Viellicht kann mir einer der Experten nen Tipp geben oder hat gar etwas zu verkaufen. Das wäre echt super.

Vielen Dank


Martin


----------



## MartinVahldiek (2. März 2005)

*AW: Big Game Set*

Hier noch ein Bild von Bobo und einer spansiche Makrele!


----------



## Sailfisch (2. März 2005)

*AW: Big Game Set*

Hi Martin,

Du müßtest Deine Auswahl noch etwas näher eingrenzen! Suchst Du was zum Trolling oder eher Poppern / Wobbler, sprich große Stationärrolle + "normale" Rute nicht zum trollen.
100 € wird für beides eng, vernünftige Trollingausrüstung halte ich allerdings für unmöglich für den Preis.


----------



## Big Fins (2. März 2005)

*AW: Big Game Set*

stimmt Kai, aber mit ganz viel Glück kann Martin was bei Ebay bekommen.
Also ne einfache Rute und ne Pennmulti, ist aber wirklich Glücksache.
Hier ne günstige Rute
http://cgi.ebay.de/ws/eBayISAPI.dll?ViewItem&category=56733&item=7138491010&rd=1
oder
http://cgi.ebay.de/ws/eBayISAPI.dll?ViewItem&category=56733&item=7138988463&rd=1
Rolle
http://cgi.ebay.de/ws/eBayISAPI.dll?ViewItem&category=1494&item=7137320896&rd=1
Trotzdem, obwohl günstig, kommst Du für ein Set nicht mit 100,- aus, wenn's nicht nach einem Monat zu Bruch gehen soll.


----------



## Sailfisch (2. März 2005)

*AW: Big Game Set*

Da fällt mir noch was ein, die Balzer Magna Seawolf Roller Boat bekommt man sehr günstig. Das ist zwar kein Toprute aber ihren Zweck erfüllt die locker und kaputt bekommt man die nicht. Kannst ja mal googlen, habe die selber für 30 € gekauft, gabs aber jetzt sogar für 10, wenn ich mich nicht irre.


----------



## MartinVahldiek (2. März 2005)

*AW: Big Game Set*

Hallo,

erstmal danke für eure Antworten.

Ich hab nach der Seawolf gegoogelt, aber nix gefunden. Wo hast du die Rute damals gekauft?
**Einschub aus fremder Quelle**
#!/usr/bin/python3
"""Hand-drawn catchments in place of points: where their points come to stand, and where survey and elevations disagree."""
import json
import re
import shutil
import unittest

from osgeo import ogr, osr

from support import DemoTest, system_of, table


class Drawn(DemoTest):
    """The demo, with catchments as a file of their own: those that the program finds, moved or cut by a test."""

    def setUp(self):
        super().setUp()
        self.town = self.folder / "town"
        shutil.copytree(self.kept / "town", self.town, ignore=shutil.ignore_patterns("result"))
        self.base = {r["name"]: r for r in table(self.kept / "town/result/tables/outlets.csv")}
        source = ogr.Open(str(self.kept / "town/result/study.gpkg"))
        layer = source.GetLayerByName("catchments")
        self.shapes = {f["point"]: f.GetGeometryRef().Clone() for f in layer}
        self.system = layer.GetSpatialRef().Clone()

    def draw(self, shapes, name="drawn.gpkg", driver="GPKG", epsg=None):
        file = ogr.GetDriverByName(driver).CreateDataSource(str(self.town / name))
        target = system_of(epsg) if epsg else self.system
        layer = file.CreateLayer("drawn", target, ogr.wkbMultiPolygon)
        layer.CreateField(ogr.FieldDefn("name", ogr.OFTString))
        source = self.system.Clone()
        source.SetAxisMappingStrategy(osr.OAMS_TRADITIONAL_GIS_ORDER)
        for title, shape in shapes.items():
            feature = ogr.Feature(layer.GetLayerDefn())
            feature["name"] = title
            copy = ogr.ForceToMultiPolygon(shape.Clone())
            copy.Transform(osr.CoordinateTransformation(source, target))
            feature.SetGeometry(copy)
            layer.CreateFeature(feature)
        study = (self.town / "study.toml").read_text().replace('file = "points.geojson"', f'catchments = "{name}"').replace('"result"', '"drawn"')
        (self.town / "drawn.toml").write_text(study)
        return self.town / "drawn.toml"

    def run_drawn(self, shapes, **options):
        self.done("run", self.draw(shapes, **options), "-q", "--replace")
        tables = {name: {r.get("name") or r["point"]: r for r in table(self.town / f"drawn/tables/{name}.csv")} for name in ("outlets", "drawn_catchments")}
        notices = {(r["notice"], r["point"]): r for r in table(self.town / "drawn/tables/review.csv")}
        return tables["outlets"], tables["drawn_catchments"], notices

    def differences(self):
        """Who has it, area and shape of each feature."""
        source = ogr.Open(str(self.town / "drawn/study.gpkg"))
        return [(f["who_has_it"], f["area_m2"], f.GetGeometryRef().Clone()) for f in source.GetLayerByName("catchment_differences")]

    def test_the_report_has_areas_and_what_is_in_common_and_draws_the_differences(self):
        shapes = {name: shape.Clone() for name, shape in self.shapes.items()}
        west, east, south, north = shapes["Weir"].GetEnvelope()
        cut = ogr.CreateGeometryFromWkt(f"POLYGON(({west} {north - 100},{east} {north - 100},{east} {north},{west} {north},{west} {north - 100}))")
        shapes["Weir"] = shapes["Weir"].Difference(cut)
        _, drawn, _ = self.run_drawn(shapes)
        report = (self.town / "drawn/report.html").read_text()
        section = report[report.index("Hand-drawn catchments beside those of the elevations"):].split("</section>")[0]
        rows = [re.findall(r"<td[^>]*>(.*?)</td>", row) for row in section.split("<tr>")[2:]]
        self.assertEqual(len(rows), len(drawn))
        for row in rows:
            row[0] = re.sub("<[^>]*>", "", row[0])
            of = drawn[row[0]]
            for shown, column in zip(row[1:], ("drawn_area_ha", "area_by_elevations_ha", "in_both_ha", "drawn_only_ha", "elevations_only_ha", "overlap_percent")):
                self.assertAlmostEqual(float(shown), float(of[column]), delta=6e-4 * float(of[column]) + 0.051 * (column == "overlap_percent"), msg=(row[0], column))
        self.assertEqual(rows[0][0], "Weir")
        self.assertEqual([float(row[-1]) for row in rows], sorted(float(row[-1]) for row in rows))
        data = json.loads(re.search(r'id="map-data">(.*?)</script>', report, re.S)[1])
        self.assertEqual(len(data["differences"]), 2)
        self.assertTrue(any(data["differences"][1]["areas"]))
        self.assertIn("catchment by the elevations only", report)

    def test_catchments_of_the_program_get_their_points_back_and_nothing_differs(self):
        outlets, drawn, notices = self.run_drawn(self.shapes)
        self.assertEqual(outlets.keys(), self.base.keys())
        for name, row in outlets.items():
            self.assertEqual((row["x"], row["y"], row["area_ha"]), (self.base[name]["x"], self.base[name]["y"], self.base[name]["area_ha"]), name)
            self.assertEqual(float(drawn[name]["overlap_percent"]), 100, name)
            self.assertEqual((float(drawn[name]["drawn_only_ha"]), float(drawn[name]["elevations_only_ha"])), (0, 0), name)
        self.assertEqual(self.differences(), [])
        self.assertFalse([n for n in notices if n[0].startswith("drawn") or n[0].startswith("surveyed")])

    def test_a_catchment_drawn_too_far_east_is_told_with_both_sides(self):
        weir = self.shapes["Weir"].Clone()
        x0, x1, y0, y1 = weir.GetEnvelope()
        cut = ogr.CreateGeometryFromWkt(f"POLYGON(({x0} {y1 - 150},{x1} {y1 - 150},{x1} {y1 + 1},{x0} {y1 + 1},{x0} {y1 - 150}))")
        added = ogr.CreateGeometryFromWkt(f"POLYGON(({x1 - 60} {y0},{x1} {y0},{x1} {y1},{x1 - 60} {y1},{x1 - 60} {y0}))")
        drawn_shape = weir.Difference(cut).Union(added)
        outlets, drawn, notices = self.run_drawn({"Weir": drawn_shape})
        row = drawn["Weir"]
        found, by_hand, both = (float(row[c]) for c in ("area_by_elevations_ha", "drawn_area_ha", "in_both_ha"))
        self.assertAlmostEqual(found, float(outlets["Weir"]["area_ha"]), delta=1e-3)
        self.assertAlmostEqual(float(row["drawn_only_ha"]), by_hand - both, delta=2e-3)
        self.assertAlmostEqual(float(row["elevations_only_ha"]), found - both, delta=2e-3)
        self.assertAlmostEqual(float(row["overlap_percent"]), 100 * both / (found + by_hand - both), delta=0.01)
        sides = {side: (area, shape) for side, area, shape in self.differences()}
        for side, column in (("drawn only", "drawn_only_ha"), ("elevations only", "elevations_only_ha")):
            area, shape = sides[side]
            self.assertAlmostEqual(area / 1e4, float(row[column]), delta=1e-3)
            self.assertAlmostEqual(shape.GetArea(), area, delta=0.1)
            self.assertTrue(shape.IsValid())
        kept = sides["elevations only"][1].Intersection(drawn_shape).GetArea()
        self.assertLess(kept, 0.05 * sides["elevations only"][0] + 500)
        if float(row["overlap_percent"]) < 90:
            self.assertIn("% in common", notices["drawn-catchment-differs", "Weir"]["text"])

    def test_the_result_holds_the_drawn_areas_too(self):
        outlets, drawn, _ = self.run_drawn({name: self.shapes[name] for name in ("Weir", "Mill bridge")})
        for outlet in self.result("town/drawn")["outlets"]:
            self.assertEqual(outlet["drawn_catchment"]["overlap"], 1)
            self.assertAlmostEqual(outlet["drawn_catchment"]["area_m2"] / 1e4, float(drawn[outlet["name"]]["drawn_area_ha"]), delta=1e-2)
            self.assertEqual(float(outlets[outlet["name"]]["area_to_surveyed_ratio"]), 1)

    def test_any_format_and_reference_system(self):
        few = {name: self.shapes[name] for name in ("Weir", "Mill bridge")}
        for options in ({"name": "d.geojson", "driver": "GeoJSON", "epsg": 4326}, {"name": "d.shp", "driver": "ESRI Shapefile"}):
            with self.subTest(**options):
                outlets, drawn, _ = self.run_drawn(few, **options)
                for name in few:
                    self.assertEqual(outlets[name]["area_ha"], self.base[name]["area_ha"])
                    self.assertGreater(float(drawn[name]["overlap_percent"]), 99)

    def test_a_catchment_off_the_data_is_left_out_and_told(self):
        away = self.shapes["Weir"].Clone()
        shifted = ogr.CreateGeometryFromWkt("POLYGON((0 0,10 0,10 10,0 10,0 0))")
        outlets, _, notices = self.run_drawn({"Weir": away, "Nowhere": shifted})
        self.assertEqual(list(outlets), ["Weir"])
        self.assertIn(("drawn-catchment-off-data", "Nowhere"), notices)

    def test_two_of_one_name_are_refused(self):
        study = self.draw({"Weir": self.shapes["Weir"]})
        file = ogr.Open(str(self.town / "drawn.gpkg"), 1)
        layer = file.GetLayer(0)
        twin = layer.GetNextFeature().Clone()
        twin.SetFID(-1)
        layer.CreateFeature(twin)
        file = None
        self.refused(1, "run", study, "--replace", says=("drawn.gpkg", "Weir", "same name"))

    def test_catchments_beside_points_are_refused(self):
        study = self.draw({"Weir": self.shapes["Weir"]})
        study.write_text(study.read_text().replace("catchments =", 'file = "points.geojson"\ncatchments ='))
        self.refused(1, "run", study, "--replace", says=("catchments", "keep one of them"))

    def test_check_counts_them(self):
        self.assertIn("catchments: 1 drawn", self.done("check", self.draw({"Weir": self.shapes["Weir"]})))


if __name__ == "__main__":
    unittest.main()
ich hab bei einem sehr großen Versender die Mitchell Riptide für 52,00 € gefunden. Das dürfte doch okay sein, oder? 

Ich dachte an eine 30-50 lbs Rute und eine Multirolle mit 50er, etwa 350 Meter.

Ich weiß, dass es schwer wird für den Preis etwas Gutes zu bekommen, aber die Rolle dürfte doch okay sein, oder. Ne günstige unverwüstliche Rute dazu und schon sollte es passen. Die Alternative wäre was gebrauchtes...

Viele Grüße

Martin


----------



## Dorschi (2. März 2005)

*AW: Big Game Set*

Tu Deinem Freund einen Gefallen und laß die Finger von der Riptide! Ich habe die schon bei einem Köhlerdrill um 5-6 Kg sich in alle Einzelteile auflösen sehen. Dann lieber eine gebrauchte größere GTI bei ebay.
Die Schnur bekommst Du von mir geschenkt.
Habe eine Avet aus USA ersteigert und die war bereits mit Mono bespult, brauche davon aber bloß ´nen Topshot. Will sie ansonsten mit Geflochtener fischen.


----------



## Sailfisch (2. März 2005)

*AW: Big Game Set*



			
				Dorschi schrieb:
			
		

> Tu Deinem Freund einen Gefallen und laß die Finger von der Riptide! Ich habe die schon bei einem Köhlerdrill um 5-6 Kg sich in alle Einzelteile auflösen sehen. Dann lieber eine gebrauchte größere GTI bei ebay.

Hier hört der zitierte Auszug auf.